"""Profiles: every shipped profile loads and carries the published numbers; errors name
file, key, value and expectation; extends inherits then overrides; the CLI subcommand."""

from __future__ import annotations

import io
from pathlib import Path

import pytest
from numpy.testing import assert_allclose

from checker.cli.main import main
from checker.model.errors import EXIT_OK, EXIT_USAGE, ProfileError
from checker.profile.load import BUILTIN_DIR, list_profiles, load_profile, validate_profile_file

SHIPPED = sorted(p.stem for p in BUILTIN_DIR.glob("*.toml"))


def write(tmp_path: Path, name: str, text: str) -> Path:
    path = tmp_path / name
    path.write_text(text, encoding="utf-8")
    return path


# ---------------------------------------------------------------- shipped profiles


def test_the_issue_list_of_profiles_is_shipped():
    assert set(SHIPPED) >= {
        "ebu-r128",
        "ebu-r128-live",
        "ebu-r128-s1",
        "atsc-a85",
        "free-tv-op59",
        "arib-tr-b32",
        "aes-td1004",
        "aes-td1008",
        "podcast-stereo",
        "podcast-mono",
        "audiobook-chapter",
        "mastering-stems",
        "measure-only",
    }
    assert [p.name for p in list_profiles()] == SHIPPED


@pytest.mark.parametrize("name", SHIPPED)
def test_every_shipped_profile_loads_with_complete_metadata(name):
    p = load_profile(name)
    assert p.name == name  # the file name is the profile id
    assert p.title and p.description and p.version
    assert Path(p.path).parent == BUILTIN_DIR
    for lim in p.limits:
        assert lim.severity in ("fail", "warn")
        assert lim.source.strip()
    assert validate_profile_file(p.path) == p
● ● ● ● ●
Line by line, transcribe all of the records exactly.

"""Profiles: every shipped profile loads and carries the published numbers; errors name
file, key, value and expectation; extends inherits then overrides; the CLI subcommand."""

from __future__ import annotations

import io
from pathlib import Path

import pytest
from numpy.testing import assert_allclose

from checker.cli.main import main
from checker.model.errors import EXIT_OK, EXIT_USAGE, ProfileError
from checker.profile.load import BUILTIN_DIR, list_profiles, load_profile, validate_profile_file

SHIPPED = sorted(p.stem for p in BUILTIN_DIR.glob("*.toml"))


def write(tmp_path: Path, name: str, text: str) -> Path:
    path = tmp_path / name
    path.write_text(text, encoding="utf-8")
    return path


# ---------------------------------------------------------------- shipped profiles


def test_the_issue_list_of_profiles_is_shipped():
    assert set(SHIPPED) >= {
        "ebu-r128",
        "ebu-r128-live",
        "ebu-r128-s1",
        "atsc-a85",
        "free-tv-op59",
        "arib-tr-b32",
        "aes-td1004",
        "aes-td1008",
        "podcast-stereo",
        "podcast-mono",
        "audiobook-chapter",
        "mastering-stems",
        "measure-only",
    }
    assert [p.name for p in list_profiles()] == SHIPPED


@pytest.mark.parametrize("name", SHIPPED)
def test_every_shipped_profile_loads_with_complete_metadata(name):
    p = load_profile(name)
    assert p.name == name  # the file name is the profile id
    assert p.title and p.description and p.version
    assert Path(p.path).parent == BUILTIN_DIR
    for lim in p.limits:
        assert lim.severity in ("fail", "warn")
        assert lim.source.strip()
    assert validate_profile_file(p.path) == p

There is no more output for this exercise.